- _Work item_: Find the line with "const add = outbox.add.bind(outbox);" in the entries below, then reproduce it and every line after it down to and including the line with "if (w.onsetClockS === null", exactly.
== Segment start ==
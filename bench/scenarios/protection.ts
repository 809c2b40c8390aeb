/**
 * Protection: the physics simulator (rig-simulator startRig) on an accelerated clock, through the
 * real broker and the real API process with live protection and the scheduler on.
 *
 * 8 rigs × 12 sockets (two in real time, six at 10 stress s per wall s: see clockOf), each rig with an active run in the database ('stressing', a powered-life
 * plan whose bias and chamber match the rig, the socket map pointing at devices of a device type
 * with the simulator part's ratings: Tj max 150 °C, θjc 1.5 °C/W). On every rig 3 sockets carry the
 * `poorHeatSink` fault — 24 injected sockets with different heat-sink failures (θca 12…30 °C/W,
 * degrading at 0 (poor from the start) … 240 °C/W per stress hour), bias (12…30 V, IB 2.5…5 mA)
 * and chambers (60…90 °C); the other 72 sockets are sound (θca 2 °C/W) and settle below ~120 °C.
 * Without protection every injected socket passes Tj max within 520 stress seconds of bias on
 * (checked offline with the same pure physics); the run lasts 70 wall s (700 stress s at 10×,
 * 70 s in real time, where the fault needs ~30 s).
 *
 * Observation without touching the simulator's code: the bench taps each rig's outbox.add, which
 * the rig calls once per sample right after stepping its physics, and reads the rig's TRUE state
 * there. The physics only changes at a sample, so the trip command arrived between the last sample
 * showing the socket untripped and the first showing it tripped, and the true junction temperature
 * at its arrival is the one of that last untripped sample.
 *   injected            sockets with the fault
 *   trippedBeforeTjMax  injected sockets tripped with the true Tj (and every Tj before it) < Tj max
 *   falseTrips          sound sockets tripped
 *   medianDetectSeconds stress-clock seconds from fault onset (bias on, when the heat sink starts
 *                       failing) to the trip's arrival at the rig; medianDetectWallSeconds alike in wall time
 */
import { randomUUID } from 'node:crypto';
import bcrypt from 'bcryptjs';
import { initialRigState, startRig, type RigConfig, type RigHandle } from '../../rig-simulator';
import { DEMO_PART } from '../../rig-simulator/physics';
import { METHOD_CHAMBER_BAND_K } from '../../shared/domain/standards';
import type { BenchEnv } from '../lib/environment';
import { BENCH_CLOCK_RATE } from '../lib/environment';
import { percentile, round } from '../lib/http';
import { SETTINGS } from '../lib/settings';

export interface ProtectionResult {
  injected: number;
  trippedBeforeTjMax: number;
  falseTrips: number;
  medianDetectSeconds: number | null;
  [extra: string]: unknown;
}

const SOCKETS = 12;
const INJECTED = [1, 6, 10];
/** Per rig: chamber, bias (VCE, IB) and the heat-sink failure of its 3 injected sockets. */
const RIGS: Array<{ chamberC: number; vV: number; iA: number; thetaCaCPerW: number; rampCPerWPerH: number }> = [
  { chamberC: 80, vV: 20, iA: 0.004, thetaCaCPerW: 24, rampCPerWPerH: 0 },
  { chamberC: 75, vV: 15, iA: 0.005, thetaCaCPerW: 30, rampCPerWPerH: 0 },
  { chamberC: 70, vV: 25, iA: 0.003, thetaCaCPerW: 18, rampCPerWPerH: 45 },
  { chamberC: 80, vV: 20, iA: 0.004, thetaCaCPerW: 14, rampCPerWPerH: 60 },
  { chamberC: 90, vV: 12, iA: 0.005, thetaCaCPerW: 20, rampCPerWPerH: 120 },
  { chamberC: 80, vV: 30, iA: 0.0025, thetaCaCPerW: 12, rampCPerWPerH: 240 },
  { chamberC: 85, vV: 18, iA: 0.004, thetaCaCPerW: 24, rampCPerWPerH: 45 },
  { chamberC: 60, vV: 28, iA: 0.0035, thetaCaCPerW: 16, rampCPerWPerH: 90 },
];
/**
 * Every rig reports once per stress second, like a rig sampling at 1 Hz. Heat sinks that fail
 * gradually (ramp > 0: 150–520 stress s to Tj max) run on the accelerated clock, 10 stress s per
 * wall s. A socket with no heat sinking from the start (ramp 0) reaches Tj max ~30 s after bias on;
 * those rigs run in real time, because acceleration compresses only the rig's physics, not the
 * network, database and protection latency: at 10× one wall second of round trip is ten stress
 * seconds, longer than the ~4 s the fault takes from the 140 °C trip line to Tj max (a first
 * development run with every rig at 10× tripped these 6 sockets 2–13 °C past Tj max).
 */
const clockOf = (spec: (typeof RIGS)[number]) => (spec.rampCPerWPerH > 0 ? BENCH_CLOCK_RATE : 1 / 3600);
const sampleWallS = (spec: (typeof RIGS)[number]) => 1 / (clockOf(spec) * 3600);

interface SocketWatch {
  rig: string;
  socket: number;
  injected: boolean;
  tjMaxC: number;
  onsetClockS: number | null;
  onsetWallMs: number | null;
  lastTjC: number;
  lastClockS: number;
  peakTjBeforeTripC: number;
  trippedAtClockS: number | null;
  trippedWallMs: number | null;
  tjAtTripC: number | null;
  reason: string | null;
  destroyedBeforeTrip: boolean;
}

const pad = (n: number) => String(n).padStart(2, '0');
const sleep = (ms: number) => new Promise((r) => setTimeout(r, ms));

async function createFixtures(b: BenchEnv, configs: RigConfig[]): Promise<void> {
  const m = b.ds.manager;
  const [type] = await m.query(
    `INSERT INTO device_types (part_number, description, kind, polarity, bvcbo_v, bvceo_v, bvebo_v, ic_max_a, p_max_w, tj_max_c,
       theta_jc_c_per_w, theta_ja_c_per_w, beta_ref, beta_ref_ic_a, beta_ref_tc, xtb, icbo_ref_a)
     VALUES ($1, 'TO-220-class NPN power transistor (the rig simulator''s part)', 'bjt', 'NPN', $2, 160, 7, 8, 60, $3, $4, 62, $5, 0.5, $6, $7, $8)
     RETURNING id`,
    [
      DEMO_PART.partNumber,
      DEMO_PART.bvcboV,
      DEMO_PART.tjMaxC,
      DEMO_PART.thetaJcCPerW,
      DEMO_PART.betaRef,
      DEMO_PART.betaRefTC,
      DEMO_PART.xtb,
      DEMO_PART.icboRefA,
    ],
  );
  const lotIds = new Map<string, string>();
  for (const cfg of configs) {
    const state = initialRigState(cfg);
    const k = configs.indexOf(cfg);
    const spec = RIGS[k];
    const hash = await bcrypt.hash(cfg.password, 8);
    const [rig] = await m.query(
      `INSERT INTO rigs (code, name, location, socket_count, max_temp_c, max_voltage_v, mqtt_username, mqtt_secret_hash, credentials_issued_at)
       VALUES ($1, $2, 'Bench bay P', $3, 250, 100, $4, $5, now()) RETURNING id`,
      [cfg.rigCode, `Protection bench ${cfg.rigCode}`, SOCKETS, cfg.username, hash],
    );
    const deviceIds: string[] = [];
    for (const s of state.sockets) {
      let lotId = lotIds.get(s.device.lotCode);
      if (!lotId) {
        const [lot] = await m.query(
          `INSERT INTO lots (code, device_type_id, quantity, date_code, notes) VALUES ($1, $2, 500, '2610', 'Protection bench lot') RETURNING id`,
          [s.device.lotCode, type.id],
        );
        lotId = lot.id as string;
        lotIds.set(s.device.lotCode, lotId);
      }
      const [d] = await m.query(`INSERT INTO devices (lot_id, serial) VALUES ($1, $2) RETURNING id`, [lotId, s.device.serial]);
      deviceIds.push(d.id);
    }
    const [plan] = await m.query(
      `INSERT INTO stress_plans (plan_key, version, name, kind, device_type_id, chamber_c, humidity_pct, bias, duration_h, read_points_h,
         sample_size, accept_number, criteria, notes, chamber_band)
       VALUES ($1, 1, $2, 'hotl', $3, $4, NULL, $5, 1000, '[0, 1000]', $6, 0, $7, 'Protection bench plan', $8) RETURNING id`,
      [
        randomUUID(),
        `Powered life ${spec.chamberC} °C, VCE ${spec.vV} V, IB ${spec.iA * 1000} mA (bench ${cfg.rigCode})`,
        type.id,
        spec.chamberC,
        JSON.stringify({ vcbV: null, vebV: null, vceV: spec.vV, ibA: spec.iA, icA: null, tolerancePct: 5 }),
        SOCKETS,
        JSON.stringify({ hfeChangePct: 15, leakageMultiple: 2, leakageFloorA: 200e-9, vcesatShiftV: 0.05 }),
        JSON.stringify(METHOD_CHAMBER_BAND_K.hotl),
      ],
    );
    const [run] = await m.query(
      `INSERT INTO runs (code, plan_id, rig_id, state, sample_size, started_at, state_changed_at, heating_since, ambient_reached_at, next_read_point, row_version)
       VALUES ($1, $2, $3, 'stressing', $4, now(), now(), now() - interval '1 hour', now(), 1, 1) RETURNING id`,
      [`PB-${cfg.rigCode}`, plan.id, rig.id, SOCKETS],
    );
    for (const lotId of new Set(state.sockets.map((s) => lotIds.get(s.device.lotCode)!))) {
      await m.query(`INSERT INTO run_lots (run_id, lot_id) VALUES ($1, $2)`, [run.id, lotId]);
    }
    for (let i = 0; i < deviceIds.length; i++) {
      await m.query(`INSERT INTO run_sockets (run_id, socket_index, device_id) VALUES ($1, $2, $3)`, [run.id, i, deviceIds[i]]);
    }
  }
}

export async function runProtection(b: BenchEnv, log: (l: string) => void): Promise<ProtectionResult> {
  const seconds = SETTINGS.protection.seconds;
  const configs: RigConfig[] = RIGS.map((spec, k) => {
    const rigCode = `BP-${pad(k + 1)}`;
    return {
      rigCode,
      brokerUrl: b.mqttUrl,
      username: `rig-${rigCode.toLowerCase()}`,
      password: `bench-${rigCode.toLowerCase()}-secret`,
      firmware: 'hpd-sim 1.0',
      sockets: SOCKETS,
      mode: 'powered',
      lots: ['HPD-L2403', 'HPD-L2411'],
      serialStart: 1 + k * SOCKETS,
      chamberC: spec.chamberC,
      setpointC: spec.chamberC,
      biasOn: true,
      vV: spec.vV,
      iA: spec.iA,
      stressHoursPerWallSecond: clockOf(spec),
      samplePeriodWallS: sampleWallS(spec),
      reconnectWallS: 0.2,
      resendAfterWallS: 2,
      seed: 7000 + k,
      faults: {
        noise: { tempC: 0.2, currentPct: 0.5 },
        poorHeatSink: { sockets: INJECTED, thetaCaCPerW: spec.thetaCaCPerW, rampCPerWPerH: spec.rampCPerWPerH },
      },
    };
  });
  await createFixtures(b, configs);

  const watches: SocketWatch[] = [];
  const rigs: RigHandle[] = [];
  const t0 = Date.now();
  for (const cfg of configs) {
    const rig = startRig(cfg);
    rigs.push(rig);
    const mine: SocketWatch[] = rig.state().sockets.map((s) => ({
      rig: cfg.rigCode,
      socket: s.i,
      injected: INJECTED.includes(s.i),
      tjMaxC: s.device.tjMaxC,
      onsetClockS: null,
      onsetWallMs: null,
      lastTjC: s.tjC,
      lastClockS: 0,
      peakTjBeforeTripC: s.tjC,
      trippedAtClockS: null,
      trippedWallMs: null,
      tjAtTripC: null,
      reason: null,
      destroyedBeforeTrip: false,
    }));
    watches.push(...mine);
    // Read-only tap: the rig calls outbox.add(seq, payload) once per sample, right after stepping
    // its physics, so rig.state() there is the true state the sample was built from.
    const outbox = rig.outbox;
    const add = outbox.add.bind(outbox);
    let prevClock = 0;
    outbox.add = (seq: number, payload: string) => {
      add(seq, payload);
      const st = rig.state();
      const now = Date.now();
      for (const w of mine) {
        const s = st.sockets[w.socket];
        if (w.trippedAtClockS !== null) continue;
        if (s.tripped) {
          // Arrived after the previous sample: the true Tj then was the previous sample's.
          w.trippedAtClockS = w.lastClockS;
          w.tjAtTripC = w.lastTjC;
          w.trippedWallMs = now;
          w.reason = s.tripReason;
          continue;
        }
        if (w.onsetClockS === null && s.biasOn) {
          // Bias (and with it the heat-sink failure) starts with the interval ending at this sample.
          w.onsetClockS = prevClock;
          w.onsetWallMs = now;
        }
        if (s.destroyed) w.destroyedBeforeTrip = true;
        w.lastTjC = s.tjC;
        w.lastClockS = st.stressClockS;
        w.peakTjBeforeTripC = Math.max(w.peakTjBeforeTripC, s.tjC);
      }
      prevClock = st.stressClockS;
    };
  }

  const deadline = t0 + seconds * 1000;
  let lastLog = Date.now();
  while (Date.now() < deadline) {
    await sleep(200);
    if (Date.now() - lastLog >= 10_000) {
      lastLog = Date.now();
      const tripped = watches.filter((w) => w.injected && w.trippedAtClockS !== null).length;
      log(
        `  protection: ${Math.round((Date.now() - t0) / 1000)} s, ${tripped}/${watches.filter((w) => w.injected).length} injected sockets tripped, ${watches.filter((w) => !w.injected && w.trippedAtClockS !== null).length} sound sockets tripped`,
      );
    }
  }
  const connects = rigs.map((r) => r.stats.connects);
  const unconfirmed = rigs.reduce((n, r) => n + r.outbox.size, 0);
  await Promise.all(rigs.map((r) => r.stop()));

  const injected = watches.filter((w) => w.injected);
  const sound = watches.filter((w) => !w.injected);
  const tripped = injected.filter((w) => w.trippedAtClockS !== null);
  const beforeMax = tripped.filter((w) => !w.destroyedBeforeTrip && w.peakTjBeforeTripC < w.tjMaxC && (w.tjAtTripC ?? Infinity) < w.tjMaxC);
  const falseTrips = sound.filter((w) => w.trippedAtClockS !== null);
  const detectS = tripped.map((w) => w.trippedAtClockS! - (w.onsetClockS ?? 0));
  const detectWallS = tripped.map((w) => (w.trippedWallMs! - (w.onsetWallMs ?? t0)) / 1000);
  const margins = tripped.map((w) => w.tjMaxC - w.tjAtTripC!);
  const byRule = (re: RegExp) => tripped.filter((w) => re.test(w.reason ?? '')).length;
  const alarms = await b.pool.query(
    `SELECT r.code, a.socket_index, a.details->>'command' AS command FROM alarms a JOIN rigs r ON r.id = a.rig_id
      WHERE a.kind = 'runaway-trip' AND r.code LIKE 'BP-%'`,
  );
  const median = (a: number[]) => (a.length ? percentile(a, 50) : null);
  return {
    injected: injected.length,
    trippedBeforeTjMax: beforeMax.length,
    falseTrips: falseTrips.length,
    medianDetectSeconds: median(detectS) === null ? null : round(median(detectS)!, 1),
    detectClock: 'stress-clock seconds from bias on (when the injected heat sink starts failing) to the trip arriving at the rig',
    medianDetectWallSeconds: median(detectWallS) === null ? null : round(median(detectWallS)!, 2),
    maxDetectSeconds: detectS.length ? round(Math.max(...detectS), 1) : null,
    minMarginToTjMaxC: margins.length ? round(Math.min(...margins), 1) : null,
    medianMarginToTjMaxC: margins.length ? round(percentile(margins, 50), 1) : null,
    soundSockets: sound.length,
    soundPeakTjC: round(Math.max(...sound.map((w) => w.peakTjBeforeTripC)), 1),
    notTripped: injected.filter((w) => w.trippedAtClockS === null).map((w) => `${w.rig}/${w.socket}`),
    trippedAfterTjMax: tripped.filter((w) => !beforeMax.includes(w)).map((w) => `${w.rig}/${w.socket} Tj ${round(w.tjAtTripC!, 1)} °C`),
    falseTripSockets: falseTrips.map((w) => `${w.rig}/${w.socket}: ${w.reason}`),
    tripsByRule: {
      threshold: byRule(/within \d+ °C of the rating/),
      projection: byRule(/projected to reach/),
      loopGain: byRule(/loop gain/),
    },
    runawayTripAlarms: alarms.rowCount,
    alarmsConfirmedByRig: alarms.rows.filter((r: { command: string }) => r.command === 'confirmed').length,
    clockStressSecondsPerWallSecond: { gradualFaultRigs: round(BENCH_CLOCK_RATE * 3600, 2), noHeatSinkRigs: 1 },
    sampleStressSeconds: 1,
    peakTjNotTrippedC: injected
      .filter((w) => w.trippedAtClockS === null)
      .map((w) => `${w.rig}/${w.socket} ${round(w.peakTjBeforeTripC, 1)} °C`),
    wallSeconds: seconds,
    rigs: RIGS.length,
    rigConnects: connects.reduce((a, c) => a + c, 0),
    unconfirmedAtEnd: unconfirmed,
  };
}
== Segment end ==
- _Exercise result_:
    const add = outbox.add.bind(outbox);
    let prevClock = 0;
    outbox.add = (seq: number, payload: string) => {
      add(seq, payload);
      const st = rig.state();
      const now = Date.now();
      for (const w of mine) {
        const s = st.sockets[w.socket];
        if (w.trippedAtClockS !== null) continue;
        if (s.tripped) {
          // Arrived after the previous sample: the true Tj then was the previous sample's.
          w.trippedAtClockS = w.lastClockS;
          w.tjAtTripC = w.lastTjC;
          w.trippedWallMs = now;
          w.reason = s.tripReason;
          continue;
        }
        if (w.onsetClockS === null && s.biasOn) {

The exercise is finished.